Set an alarm rule. (NPU disconnection is used as an example.)
- Rule Type: Select Metric alarm rule.
- Configuration Mode: Select PromQL.
- Default Rule: Select Custom and enter the following information in the command input box:
```
sum(nt_npg{type="NT_NPU_CARD_LOSE"} !=2) by (cluster_name, node_ip,type)
```
- Alarm Rule Details > Duration: Select 1 minute, which triggers a major alarm when the rule's conditions persist continuously for one minute.
- (Optional) Alarm Notification: To get notified of alarms by email or SMS message, configure action rules for the alarm rule.

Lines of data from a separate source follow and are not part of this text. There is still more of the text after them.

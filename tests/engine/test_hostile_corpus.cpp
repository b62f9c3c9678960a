// Issue 10, items 2 and 4: every public function driven with hostile inputs (several hundred
// generated here, plus every file of a fuzz corpus when one is there) throws nothing but
// rxnheat::Error (or std::bad_alloc), never reports an internal error for bad input, and
// check() says exactly what the numeric functions throw.
//
// The corpus: every file under $RXNHEAT_FUZZ_CORPUS (folders separated by ':'), or else under
// fuzz/corpus and tests/fuzz-corpus of the source tree when they exist; each file's whole text
// and each of its lines (split at line feeds and NULs) is one input. At most 2000 of these inputs
// are taken (in file order), so that the suite stays quick; $RXNHEAT_FUZZ_CORPUS_MAX sets another
// limit (0: all).
#include "behaviour_helpers.hpp"

#include <rxnheat/catalogue.hpp>
#include <rxnheat/csv.hpp>
#include <rxnheat/rxnheat.h>

#include <cfloat>
#include <cmath>
#include <cstdint>
#include <cstdlib>
#include <filesystem>
#include <fstream>
#include <functional>
#include <memory>
#include <set>
#include <sstream>
#include <string>
#include <typeinfo>
#include <vector>

using namespace rxnheat_test;
using rxnheat::Arg;
using rxnheat::ArgKind;
using rxnheat::Cell;
using rxnheat::Conditions;
using rxnheat::FeedItem;
using rxnheat::HessStep;
using rxnheat::SpeciesTable;

namespace {

// ---- the inputs ---------------------------------------------------------------------------------

const std::vector<std::string>& numbers() {
    static const std::vector<std::string> v = {
        "0", "-0", "+0", "0.0", "1", "-1", "2", "0.5", "1/2", "½", "1/0", "0/0", "-1/2", "1e-320", "4.9e-324",
        "2.2250738585072014e-308", "1e-400", "-1e-400", "1e308", "1.7976931348623157e308", "1e309", "1e400",
        "-1e308", "nan", "NaN", "-nan", "inf", "-inf", "Infinity", "1e13", "1e-7", "999999999999", "9999999999999",
        "0.9999999", "1.0000001", "0x10", "1,5", "1.5.5", "1e", "e5", ".", "-", "+", "1e+", "1_000", "٣",
        "１", "1\xC2\xA0" "000", "\xE2\x88\x92" "5", "12345678901234567890", "0.000000000001", "1e-12",
    };
    return v;
}

const std::vector<std::string>& temperatures() {
    static const std::vector<std::string> v = {
        "298.15", "0 K", "-273.15 C", "-459.67 F", "0 R", "1e-310 K", "1e-400 K", "350 C", "1e308 F", "1e308 K",
        "NaN K", "inf C", "500", "200 K", "6000 K", "20000 K", "1e5 K", "25 \xC2\xB0" "C", "350 k", "350,5 C",
        "-1 K", "1e-300 K", "298.15 K K",
    };
    return v;
}
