# ------------------------------------------------------------------ outside checks
@pytest.mark.parametrize("family", ["power-law-floor", "exponential-floor", "vapor-pressure", "power-law"])
def test_weighted_least_squares_agrees_with_scipy_curve_fit(nb, family):
    # reference: scipy.optimize.curve_fit on the same weighted problem (sigma = 1/√w)
    fit = fit_curve(nb.curve, families=family, bootstrap=0)
    sizes, y, w = fit.sizes, fit.means, fit.weights
    fam = get_family(family)
    theta = _theta(fit, family)
    lo, hi = fam.bounds()
    ref, _ = curve_fit(lambda n, *t: fam.func(n, np.array(t)), sizes, y,
                       p0=theta * 1.05 + 1e-4 * (theta == 0), sigma=1 / np.sqrt(w),
                       bounds=(lo, hi), method="trf", jac=lambda n, *t: fam.jac(n, np.array(t)),
                       ftol=1e-14, xtol=1e-14, gtol=1e-14, max_nfev=5000)
    pred_ours = fam.func(sizes, theta)
    pred_ref = fam.func(sizes, ref)
    rss = lambda p: float(np.sum(w * (p - y) ** 2))  # noqa: E731
    assert rss(pred_ours) <= rss(pred_ref) * (1 + 1e-6) + 1e-15
    np.testing.assert_allclose(pred_ours, pred_ref, rtol=1e-4)


def test_index_weights_follow_figueroa(nb):
    # Figueroa et al. 2012 (BMC Med. Inform. Decis. Mak. 12:8): weights grow with the
    # point's index (proportional to index: from memory)
    fit = fit_curve(nb.curve, families="power-law-floor", weights="index", bootstrap=0)
    w = fit.weights
    np.testing.assert_allclose(w / w[0], np.arange(1, len(w) + 1))
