def _fit_power(n: np.ndarray, g: np.ndarray, w: np.ndarray) -> tuple[float, float]:
    """Weighted least squares of g ≈ a·n^-b with a > 0, 0 ≤ b ≤ 3."""
    from scipy.optimize import least_squares

    pos = g > 0
    if pos.sum() >= 2:
        # Start from the log-log line through the positive gaps.
        slope, icpt = np.polyfit(np.log(n[pos]), np.log(g[pos]), 1)
        b0, a0 = float(np.clip(-slope, 0.01, 2.99)), float(math.exp(icpt))
    else:
        b0, a0 = 0.5, max(float(np.max(np.abs(g))), 1e-6) * math.sqrt(float(n.min()))
    sw = np.sqrt(w)
    la0 = math.log(max(a0, 1e-12))
    res = least_squares(lambda p: sw * (g - math.exp(p[0]) * n ** (-p[1])),
                        x0=[la0, b0], bounds=([-50.0, 0.0], [50.0, 3.0]), method="trf")
    return float(math.exp(res.x[0])), float(res.x[1])


def _gap_table(points: pd.DataFrame) -> dict[int, np.ndarray]:
    return {int(s): g["gap"].to_numpy() for s, g in points.groupby("size")}


def _gap_fit(groups: dict[int, np.ndarray], sem_floor: float, h_hi: float):
    sizes = np.array(sorted(groups), dtype=float)
    means = np.array([groups[int(s)].mean() for s in sizes])
    sems = np.array([groups[int(s)].std(ddof=1) / math.sqrt(len(groups[int(s)]))
                     if len(groups[int(s)]) > 1 else np.nan for s in sizes])
    sems = np.where(np.isfinite(sems), sems, np.nanmax(sems) if np.isfinite(sems).any() else 1.0)
    w = 1.0 / np.maximum(sems, sem_floor) ** 2
    h, s = fit_vc_curve(sizes, means, w, free_scale=True, h_bounds=(0.25, h_hi))
    a, b = _fit_power(sizes, means, w)
    return h, s, a, b, means, sems


def effective_capacity(curve, *, bootstrap: int = 500, random_state: int = 0,
                       interval: float = 0.9) -> CapacityEstimate:
    """Effective capacity from a measured learning curve's generalization gap.

    The mean gap (test − train error) per size is fitted by two models with weighted
    least squares (weights 1/sem², so the many-sample sizes that carry the shape are
    not drowned by the noisy small ones):

    * VC-shaped: gap(n) = s·Φ(n/h), with the scale s and the capacity h free and
      bounded (h on a log grid, then refined by ``scipy.optimize.least_squares``);
    * power law: gap(n) = a·n^−b, whose exponent tells the regime (b near 1/2:
      noisy/agnostic; b near 1: nearly realizable).

    Intervals are percentile bootstraps over the repeats within each size.

    Parameters
    ----------
    curve : Curve
        A measured curve with train_error (at least 3 sizes, ideally ≥ 2 repeats each).
    bootstrap : int
        Bootstrap replicates.
    random_state : int
        Seed of the bootstrap.
    interval : float
        Interval level.

    Returns
    -------
    CapacityEstimate
        ``method="gap"``, with ``scale`` (s), ``exponent`` (b) and ``regime`` set.

    References
    ----------
    .. [1] V. Vapnik, E. Levin, Y. LeCun, "Measuring the VC-dimension of a learning
       machine", Neural Computation 6(5), 1994 (the shape Φ).
    .. [2] C. Cortes, L. D. Jackel, S. A. Solla, V. Vapnik, J. S. Denker, "Learning
       curves: asymptotic values and rate of convergence", NIPS 6, 1994 (power-law gap).

    Examples
    --------
    >>> import pandas as pd
    >>> from curvefit.core.curve import Curve
    >>> sizes = [4, 8, 16, 32, 64, 128, 256]
    >>> rows = [{"size": n, "repeat": r, "train_error": 0.1,
    ...          "test_error": 0.1 + 0.4 * float(phi(n / 10.0)) + 0.01 * (r - 1)}
    ...         for n in sizes for r in range(3)]
    >>> est = effective_capacity(Curve.from_table(pd.DataFrame(rows)), bootstrap=20)
    >>> round(est.vc_dim, 1), round(est.scale, 2)
    (10.0, 0.4)
    """
    from curvefit.core.curve import Curve

    if not isinstance(curve, Curve):
        raise InputError("effective_capacity needs a Curve (curvefit.Curve.read(path) or "
                         "Curve.from_table(df))")
    if not 0 < interval < 1:
        raise InputError(f"interval level must be between 0 and 1, got {interval}")
    ok = curve.ok_points()
    if not curve.has_train:
        raise InputError("the curve has no train_error: the gap model needs train and test "
                         "errors (measure again, or add a train_error column to the table)")
    pts = ok[ok["train_error"].notna()].copy()
    pts["gap"] = pts["test_error"] - pts["train_error"]
    groups = _gap_table(pts)
    if len(groups) < 3:
        raise InputError(f"the gap model needs at least 3 sizes with train and test errors, "
                         f"found {len(groups)}; measure more sizes")
    sizes = np.array(sorted(groups), dtype=float)
    all_sems = [g.std(ddof=1) / math.sqrt(len(g)) for g in groups.values() if len(g) > 1]
    gap_scale = max(float(np.max(np.abs([g.mean() for g in groups.values()]))), 1e-12)
    # A floor on the sem keeps a size with identical repeats from taking all the weight.
    sem_floor = max(0.25 * float(np.median(all_sems)) if all_sems else 0.0, 1e-3 * gap_scale)
    h_hi = 100.0 * float(sizes.max())
    h, s, a, b, means, sems = _gap_fit(groups, sem_floor, h_hi)

    rng = np.random.default_rng(np.random.SeedSequence([int(random_state), 104729]))
    boot_h, boot_b = [], []
    for _ in range(int(bootstrap)):
        rg = {k: v[rng.integers(0, len(v), len(v))] for k, v in groups.items()}
        try:
            hb, _sb, _ab, bb, _m, _s = _gap_fit(rg, sem_floor, h_hi)
        except (ValueError, np.linalg.LinAlgError):
            continue
        boot_h.append(hb)
        boot_b.append(bb)
    alpha = (1.0 - interval) / 2.0
    single = all(len(v) < 2 for v in groups.values())
    if len(boot_h) >= 2 and not single:
        low, high = (float(v) for v in np.quantile(boot_h, [alpha, 1 - alpha]))
        b_low, b_high = (float(v) for v in np.quantile(boot_b, [alpha, 1 - alpha]))
    else:
        low = high = b_low = b_high = math.nan
    # Widen both intervals when the curves miss the means by more than their noise.
    floored = np.maximum(sems, sem_floor)
    misfit_vc = lack_of_fit(means, floored, s * phi(sizes / h), n_params=2)
    misfit_pow = lack_of_fit(means, floored, a * sizes ** (-b), n_params=2)
    if math.isfinite(low):
        low, high = _widen(h, low, high, misfit_vc, bounds=(0.25, h_hi))
    if math.isfinite(b_low) and b > 0 and b_low > 0:
        b_low, b_high = _widen(b, b_low, b_high, misfit_pow)
    exponent = Estimate(b, b_low, b_high, interval)
    regime = _regime(b)

    notes = [_GAP_NOTE]
    if single:
        notes.append("Each size has one repeat, so there is no interval; measure with "
                     "--repeats 3 or more.")
    above = False
    if h > 2.0 * sizes.max():
        # Φ is flat for n < h/2: the whole curve sits in the flat part and h is only bounded below.
        above = True
        notes.append("The gap had not started to fall within the measured sizes; measure "
                     "larger sizes to resolve the capacity.")
    if (means <= 0).sum() > len(means) // 2:
        notes.append("Most mean gaps are not positive; the capacity figure is poorly determined.")
    if sizes.min() > h:
        notes.append("All measured sizes exceed the fitted capacity, so h rests on the tail "
                     "of Φ; sizes near h would pin it down better.")
    notes.append(_STAT_NOTE)
    if above:
        h_low = 2.0 * float(sizes.max())
        vc, low, high = h_low, h_low, math.inf
        message = (f"Capacity above the measured range: h ≥ {_fmt(h_low)} on this data "
                   f"(the gap is still flat at n = {int(sizes.max())}).")
    else:
        vc = h
        message = (f"Effective capacity on this data ≈ {_fmt(h)} VC units "
                   f"({_interval_text(interval, low, high)}), from the measured gap; gap exponent "
                   f"b ≈ {b:.2f}, {regime.split(' (')[0]}.")
    design = pd.DataFrame({
        "size": sizes.astype(int), "gap_mean": means,
        "gap_sem": [float(groups[int(n)].std(ddof=1) / math.sqrt(len(groups[int(n)])))
                    if len(groups[int(n)]) > 1 else math.nan for n in sizes],
        "repeats": [int(len(groups[int(n)])) for n in sizes],
        "gap_fit": s * phi(sizes / h), "gap_power": a * sizes ** (-b),
    })
    if math.isfinite(misfit_vc) and misfit_vc > 1:
        notes.insert(1, f"s·Φ(n/h) fits the mean gaps less well than repeat noise explains "
                        f"(χ²/dof = {misfit_vc:.2g}); the interval was widened by √{misfit_vc:.2g}.")
    extra = {"power_scale": a, "h_fit": float(h), "bootstrap": int(len(boot_h)),
             "lack_of_fit": misfit_vc, "lack_of_fit_power": misfit_pow,
             "seed": int(random_state), "metric": curve.metric}
    return CapacityEstimate(vc_dim=float(vc), low=float(low), high=float(high),
                            level=float(interval), method="gap", above_range=above,
                            design=design, scale=float(s), exponent=exponent, regime=regime,
                            notes=notes, message=message, extra=extra)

If no action rule is available, you can create one.

Configuring Node Event Alarm Notifications

AOM automatically reports node fault events by default. You can set up SMS or email notifications through AOM.

The following steps are performed on AOM 2.0.

Log in to the AOM console.
In the navigation pane, choose Alarm Center > Alarm Rules. Then, click Create Alarm Rule in the upper right corner.
Set an alarm rule (using error code A050804 as an example).
- Rule Type: Select Event alarm rule.
- Event Type: Select System.
- Event Source: Select ModelArts.
- Monitored Object: Filter monitored objects by custom attributes. The event format is code=${Error code}.
  This example uses the code=A050804 with Trigger Mode set to Immediate Trigger.
- Alarm Mode: Select Direct alarm reporting.
- (Optional) Alarm Notification: To get notified of alarms by email or SMS message, configure action rules for the alarm rule. If no action rule is available, you can create one.